» **DATA IN THIS EXERCISE**
import type { Observed, Outcome, ResolvedLimit } from '../engine/finding';
import { decimalsOf, type RoundingMethod } from '../numerics/round';
import type { Conditions } from '../record';
import { measuredUnit } from './check-rule';
import { creepClauses } from './creep-words';
import type { EditionView } from './edition-view';
import { readFormula } from './formula';
import { generalLimitWords, intervalWords, oneOfWords, resolvedLimitWords } from './limit-words';
import type { CreepComplianceMeasure, FormulaMeasure, Measure, Statistic } from './measure';
import type { Rule } from './schema';
import { conditionSentence } from './when-words';
import {
  capitalised,
  censoredWords,
  computedWords,
  conditionWords,
  dateWords,
  numberWords,
  plural,
  quantityPhrase,
  withUnit,
} from './words';

export { cellWords } from './limit-words';
export { conditionClause, conditionSentence } from './when-words';

/** The rule in general terms, naming its table, with how it counts, rounds and when it applies. */
export function ruleSentence(rule: Rule, view: EditionView): string {
  return ruleSentenceParts(rule, view)
    .map(({ text }) => text)
    .join('');
}

/** A stretch of the rule's sentence, and the field of the rule that it comes from; joined they are the sentence. */
export interface SentencePart {
  field: 'measure' | 'limit' | 'rounding' | 'when' | null;
  text: string;
}

export function ruleSentenceParts(rule: Rule, view: EditionView): SentencePart[] {
  const rounding = roundingClause(rule, view);
  const clauses: SentencePart[] = [
    ...countClauses(rule, view).map((text): SentencePart => ({ field: 'measure', text })),
    ...(rounding === '' ? [] : [{ field: 'rounding' as const, text: rounding }]),
  ];
  return [
    { field: 'measure', text: labelOf(rule.measure, generalAt(rule), view) },
    { field: null, text: ' ' },
    { field: 'limit', text: limitClause(rule, view) },
    ...clauses.flatMap((clause): SentencePart[] => [{ field: null, text: '; ' }, clause]),
    { field: null, text: '.' },
    ...(rule.when === undefined
      ? []
      : [
          { field: null, text: ' ' },
          { field: 'when' as const, text: conditionSentence(rule.when, view) },
        ]),
  ];
}

/** Only the limit of a rule in general terms: "at least the value in Minimum VMA". */
export function limitWords(rule: Rule, view: EditionView): string {
  return generalLimitWords(rule.limit, measuredUnit(rule, view) ?? '', view);
}

/** The requirement with its limits resolved for one mix: "Voids in the mineral aggregate are at least 14.0 %." */
export function requirementSentence({ rule, view, at, limit, date }: RequirementInput): string {
  const label = labelOf(rule.measure, at, view);
  const verb = verbOf(rule.measure, view);
  if (rule.measure.kind === 'document') return `${label} ${documentClause(rule.measure, date ?? null)}.`;
  if (limit === null) return `${label} ${limitClause(rule, view)}.`;
  if (rule.limit.present) return `${label} ${verb} shown.`;
  const words = limit.oneOf === null ? resolvedLimitWords(limit) : oneOfWords(limit.oneOf);
  if (rule.measure.kind === 'difference') return `${label} differ by ${withUnit(words, limit.unit)}.`;
  return `${label} ${verb} ${withUnit(words, limit.oneOf ? '' : limit.unit)}.`;
}

/** Value, then limit: "Voids in the mineral aggregate are 13.9 %, at least 14.0." */
export function resultSentence({ rule, view, at, limit, outcome, observed, date }: ResultInput): string {
  const { measure } = rule;
  const label = labelOf(measure, at, view, observed?.count);
  const verb = measure.kind === 'difference' ? 'differ by' : verbOf(measure, view);
  const isShown = measure.kind === 'difference' ? 'are' : verb;
  if (outcome === 'not applicable') return `${label} ${isShown} not judged, as the rule does not apply.`;
  if (measure.kind === 'document') return documentResult(label, measure, outcome, observed, date ?? null);
  const suffix = limit && !rule.limit.present ? `, ${limitAfter(limit, observed === null)}` : '';
  if (outcome === 'not shown') return `${label} ${isShown} not shown${suffix}.`;
  if (observed === null) return `${label} ${isShown} not decided${suffix}.`;
  return `${label} ${verb} ${withUnit(censoredWords(observed.text), observed.unit)}${suffix}.`;
}

/** How the statistic was rounded: "13.94 becomes 13.9: ASTM E29, rounding method, to 0.1." */
export function roundingSentence(input: {
  value: number;
  rounded: number;
  method: RoundingMethod;
  to: number;
  decimals: number;
  stated: boolean;
}): string {
  const { value, rounded, method, to, decimals, stated } = input;
  if (method === 'absolute') {
    const reason = stated
      ? 'ASTM E29, absolute method'
      : 'the rule names no rounding, so the absolute method applies';
    return `${numberWords(value, Math.max(decimals, Math.min(6, decimalsOf(value))))} is not rounded: ${reason}.`;
  }
  const verb = value === rounded ? 'stays' : 'becomes';
  const change = `${computedWords(value, decimals)} ${verb} ${numberWords(rounded, decimals)}`;
  return `${change}: ${METHOD_WORDS[method]} ${numberWords(to)}.`;
}

interface RequirementInput {
  rule: Rule;
  view: EditionView;
  /** The conditions of the subject: its sieve, its stockpile. */
  at: Conditions;
  limit: ResolvedLimit | null;
  /** The date that a document's age is counted to, where it is known. */
  date?: string | null;
}

interface ResultInput extends RequirementInput {
  outcome: Outcome;
  observed: Observed | null;
}

const METHOD_WORDS: Record<Exclude<RoundingMethod, 'absolute'>, string> = {
  rounding: 'ASTM E29, rounding method, to',
  'half-up': 'halves are rounded up, to',
  truncate: 'further digits are dropped, to',
};

const STATISTIC_WORDS: Record<Statistic, string> = {
  mean: '',
  each: 'worst',
  min: 'lowest',
  max: 'highest',
  range: 'range',
  'standard-deviation': 'standard deviation',
  'trimmed-mean': 'trimmed mean',
  count: 'number of results',
  'percent-within-limits': 'percent within limits',
};

/** The noun phrase that opens every sentence about a rule. */
function labelOf(measure: Measure, at: Conditions, view: EditionView, count?: number): string {
  switch (measure.kind) {
    case 'reading':
      return `${phrase(measure.quantity, at, view)}${statisticWords(measure.statistic, count)}`;
    case 'gradation':
      return phrase('percent-passing', at, view);
    case 'difference':
      return `${phrase(measure.quantity, at, view)}, ${measure.between.join(' and ')},`;
    case 'attribute':
      return view.attributeLabel(measure.attribute);
    case 'document':
      return view.document(measure.type)?.label ?? measure.type;
    case 'creep-compliance':
      return phrase('creep-compliance', creepConditions(measure), view);
    case 'formula':
      return formulaWords(measure, at, view);
  }
}

function creepConditions({ temperature, time, stress }: CreepComplianceMeasure): Conditions {
  return stress === undefined ? { temperature, time } : { temperature, time, stress };
}

function phrase(id: string, at: Conditions, view: EditionView): string {
  const quantity = view.quantity(id);
  return quantity ? quantityPhrase(quantity, at, { opening: true }) : capitalised(id);
}

/** "Gse − Gsb", "Gsa − Gsb of stockpile Bin 1" */
function formulaWords(measure: FormulaMeasure, at: Conditions, view: EditionView): string {
  const formula = readFormula(measure.expression, view);
  return `${formula.ok ? formula.formula.text : measure.expression}${conditionWords(at)}`;
}

/** What each symbol stands for: "Gse is effective specific gravity of the aggregate". */
function symbolClauses(measure: FormulaMeasure, view: EditionView): string[] {
  const formula = readFormula(measure.expression, view);
  if (!formula.ok) return [];
  return formula.formula.symbols.map(({ symbol, quantity, sieve }) => {
    const entry = view.quantity(quantity);
    const name = entry ? quantityPhrase(entry, sieve === null ? {} : { sieve }) : quantity;
    return `${symbol} is ${name}`;
  });
}

function statisticWords(statistic: Statistic, count: number | undefined): string {
  if (statistic === 'mean') return '';
  if (statistic === 'count') return ', number of results,';
  if (statistic === 'each' && count === undefined) return ', each specimen,';
  const of = count === undefined ? 'the specimens' : plural(count, 'specimen');
  return `, ${STATISTIC_WORDS[statistic]} of ${of},`;
}

function verbOf(measure: Measure, view: EditionView): string {
  if (measure.kind === 'difference') return 'differ by';
  if (measure.kind !== 'reading') return 'is';
  const counts: Statistic[] = ['range', 'standard-deviation', 'count', 'percent-within-limits'];
  if (counts.includes(measure.statistic)) return 'is';
  return view.quantity(measure.quantity)?.plural ? 'are' : 'is';
}

function generalAt(rule: Rule): Conditions {
  const { measure } = rule;
  return 'at' in measure ? measure.at : {};
}

function limitClause(rule: Rule, view: EditionView): string {
  const { measure } = rule;
  if (measure.kind === 'document') return documentClause(measure, null);
  const verb = verbOf(measure, view);
  return `${verb} ${limitWords(rule, view)}`;
}

function countClauses(rule: Rule, view: EditionView): string[] {
  const { measure } = rule;
  const clauses: string[] = [];
  const unit = measuredUnit(rule, view) ?? '';
  if (measure.kind === 'reading') {
    if (measure.minimumCount !== undefined) {
      const prefix = measure.statistic === 'mean' ? 'mean of ' : 'from ';
      clauses.push(`${prefix}at least ${plural(measure.minimumCount, 'result')}`);
    }
    if (measure.alsoEach) clauses.push(`each result ${intervalWords(measure.alsoEach, unit, view)}`);
    if (measure.within)
      clauses.push(`the limits to be within are ${intervalWords(measure.within, unit, view)}`);
  }
  if (measure.kind === 'formula') clauses.push(...symbolClauses(measure, view));
  if (measure.kind === 'creep-compliance') clauses.push(...creepClauses(measure));
  for (const where of measure.where ?? []) {
    const quantity = view.quantity(where.quantity);
    const name = quantity ? quantityPhrase(quantity, where.at) : where.quantity;
    clauses.push(`only specimens count whose ${name} is ${intervalWords(where, quantity?.unit ?? '', view)}`);
  }
  return clauses;
}

export function roundingClause(rule: Rule, view: EditionView): string {
  if (rule.limit.present || rule.limit.oneOf !== undefined || rule.measure.kind === 'document') return '';
  const { rounding } = rule;
  if (rounding === undefined) return 'not rounded, as no rounding is named';
  if (rounding.method === 'absolute') return 'not rounded (ASTM E29, absolute method)';
  const to =
    rounding.to === 'limit'
      ? "the limit's own decimals"
      : typeof rounding.to === 'object'
        ? `the step in ${view.tableTitle(rounding.to.table)}`
        : numberWords(rounding.to);
  const method = rounding.method === 'rounding' ? ' (ASTM E29, rounding method)' : '';
  const verb = rounding.method === 'truncate' ? 'cut off' : 'rounded';
  return `${verb} to ${to}${rounding.method === 'half-up' ? ', halves up' : method}`;
}

function documentClause(measure: Extract<Measure, { kind: 'document' }>, date: string | null): string {
  const verb = measure.enclosed ? 'is enclosed' : 'is stated';
  if (measure.maximumAgeMonths === undefined) {
    return measure.on === undefined ? verb : `${verb} and dated no later than ${dayWords(measure.on, date)}`;
  }
  const age = plural(measure.maximumAgeMonths, 'month');
  return `${verb} and at most ${age} old on ${dayWords(measure.on ?? 'submitted', date)}`;
}

function documentResult(
  label: string,
  measure: Extract<Measure, { kind: 'document' }>,
  outcome: Outcome,
  observed: Observed | null,
  date: string | null,
): string {
  const age =
    measure.maximumAgeMonths === undefined
      ? ''
      : `, at most ${plural(measure.maximumAgeMonths, 'month')} before ${dayWords(measure.on ?? 'submitted', date)}`;
  if (outcome === 'not shown') return `${label} is not ${measure.enclosed ? 'enclosed' : 'shown'}${age}.`;
  if (observed === null || observed.text === '') {
    return outcome === 'pass'
      ? `${label} is ${measure.enclosed ? 'enclosed' : 'stated'}.`
      : `${label} is stated without a date${age}.`;
  }
  return `${label} is dated ${observed.text}${age}.`;
}

function dayWords(on: string, date: string | null): string {
  const known = date ?? (/^\d/.test(on) ? on : null);
  if (known !== null) return dateWords(known);
  return on === 'letting' ? 'the letting date' : 'the day of submission';
}

/** After a missing value the limit carries the unit; after a value it does not repeat it. */
function limitAfter(limit: ResolvedLimit, withItsUnit: boolean): string {
  const words = resolvedLimitWords(limit);
  return withItsUnit && limit.oneOf === null ? withUnit(words, limit.unit) : words;
}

» **EXERCISE PROMPT**
Every line above from the line with "its stockpile. */" to the line with "outcome: Outcome;", both included, must be reproduced exactly, and no other line may appear.

» **ANSWER SPACE**
  /** The conditions of the subject: its sieve, its stockpile. */
  at: Conditions;
  limit: ResolvedLimit | null;
  /** The date that a document's age is counted to, where it is known. */
  date?: string | null;
}

interface ResultInput extends RequirementInput {
  outcome: Outcome;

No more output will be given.